(Stored items from a collection)

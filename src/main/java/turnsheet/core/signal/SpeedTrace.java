package turnsheet.core.signal;

import java.util.ArrayList;
import java.util.List;

/**
 * Relative deviation from nominal speed, evenly sampled. Immutable.
 *
 * <p>Units: percent, positive where faster than nominal. Sample k belongs to the time {@code
 * startSeconds + k / rateHertz} of the capture. Kept in single precision: a deviation of 10 % is
 * then rounded by at most 4e-7 percentage points.
 */
public final class SpeedTrace {

  private static final int BLOCK = 1 << 16;

  private final double startSeconds;
  private final double rateHertz;
  private final float[][] blocks;
  private final int length;

  private SpeedTrace(double startSeconds, double rateHertz, float[][] blocks, int length) {
    if (!(rateHertz > 0 && Double.isFinite(rateHertz))) {
      throw new IllegalArgumentException("rate " + rateHertz + " Hz");
    }
    this.startSeconds = startSeconds;
    this.rateHertz = rateHertz;
    this.blocks = blocks;
    this.length = length;
  }

  /** A trace of given samples. */
  public static SpeedTrace of(double startSeconds, double rateHertz, float[] percent) {
    Builder builder = new Builder();
    for (float p : percent) {
      builder.add(p);
    }
    return builder.build(startSeconds, rateHertz);
  }

  public double startSeconds() {
    return startSeconds;
  }

  public double rateHertz() {
    return rateHertz;
  }

  public int length() {
    return length;
  }

  public double durationSeconds() {
    return length / rateHertz;
  }

  public double percent(int index) {
    return blocks[index / BLOCK][index % BLOCK];
  }

  /**
   * Copies samples.
   *
   * @param from first index
   * @param into receives {@code count} samples from index 0
   */
  public void copyTo(int from, double[] into, int count) {
    int done = 0;
    while (done < count) {
      int at = (from + done) % BLOCK;
      int part = Math.min(count - done, BLOCK - at);
      widen(blocks[(from + done) / BLOCK], at, into, done, part);
      done += part;
    }
  }

  private static void widen(float[] in, int at, double[] out, int to, int count) {
    for (int i = 0; i < count; i++) {
      out[to + i] = in[at + i];
    }
  }

  /**
   * Collects the samples of a trace, block by block, so that the trace of half a day is never held
   * twice. One use.
   */
  public static final class Builder {
    private final List<float[]> blocks = new ArrayList<>();
    private float[] open = new float[0];
    private int used;

    public void add(double percent) {
      if (used == open.length) {
        open = new float[BLOCK];
        blocks.add(open);
        used = 0;
      }
      open[used++] = (float) percent;
    }

    public int length() {
      return blocks.isEmpty() ? 0 : (blocks.size() - 1) * BLOCK + used;
    }

    /** The trace; the builder holds nothing afterwards. */
    public SpeedTrace build(double startSeconds, double rateHertz) {
      int length = length();
      float[][] handedOver = blocks.toArray(new float[0][]);
      blocks.clear();
      open = new float[0];
      used = 0;
      return new SpeedTrace(startSeconds, rateHertz, handedOver, length);
    }
  }
}
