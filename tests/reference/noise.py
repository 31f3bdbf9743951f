"""Numbers of src/noise: Gauss rules and Fourier transforms of distributions at 30 digits. python3, mpmath."""
from mpmath import mp, mpf, quad, cos, linspace, matrix, eigsy, sqrt, atan

mp.dps = 40


def transform(cut, k):
    """Mean of cos(k x) over 1/(1 + x^2) from -cut to cut, scaled to area 1."""
    pieces = linspace(0, cut, 8 + int(cut * k))
    return quad(lambda x: cos(k * x) / (1 + x * x), pieces) / atan(cut)


def rule(beta_squared, n):
    """Nodes and weights from the recurrence of an even weight of area 1."""
    t = matrix(n, n)
    for k in range(1, n):
        t[k - 1, k] = t[k, k - 1] = sqrt(beta_squared[k - 1])
    values, vectors = eigsy(t)
    return [(values[j], vectors[0, j] ** 2) for j in range(n)]


def squared_coefficients(moments, n):
    """Recurrence coefficients from the moments by the determinants of Hankel (at 120 digits that is safe)."""
    d = [mpf(1)] + [mp.det(matrix([[moments[i + j] for j in range(m)] for i in range(m)])) for m in range(1, n + 1)]
    return [d[k - 1] * d[k + 1] / d[k] ** 2 for k in range(1, n)]


if __name__ == "__main__":
    for cut, k in [(5, 1), (5, 4), (5, "7.5"), (20, "0.7"), ("0.5", 9)]:
        print(f"({cut}, {k}, {mp.nstr(transform(mpf(cut), mpf(k)), 20)})")
    n = 5
    print("normal", [[mp.nstr(x, 20) for x in p] for p in rule([mpf(k) for k in range(1, n)], n)][3:])
    print("even", [[mp.nstr(x, 20) for x in p] for p in rule([mpf(k * k) / (4 * k * k - 1) for k in range(1, n)], n)][3:])
    mp.dps = 120
    cut = mpf(5)
    moments = [quad(lambda x: x**k / (1 + x * x), linspace(0, cut, 6)) / atan(cut) if k % 2 == 0 else mpf(0) for k in range(2 * n)]
    beta = squared_coefficients(moments, n)
    print("lorentzian, cut 5", [[mp.nstr(x, 20) for x in p] for p in rule(beta, n)][3:])
    mp.dps = 40
    from mpmath import ci, pi, log
    print("correlation of 1/f noise from 10 kHz to 2 MHz, size 1")
    for t in ["0", "1e-7", "1e-6", "3e-6"]:
        low, high = [2 * pi * mpf(f) * mpf(t) for f in ("1e4", "2e6")]
        print(t, mp.nstr(log(mpf(200)) if t == "0" else ci(high) - ci(low), 20))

[Exercise prompt]
In the entries above, how many lines contain the string "atan"? Say only the number.

[Result for this task]
3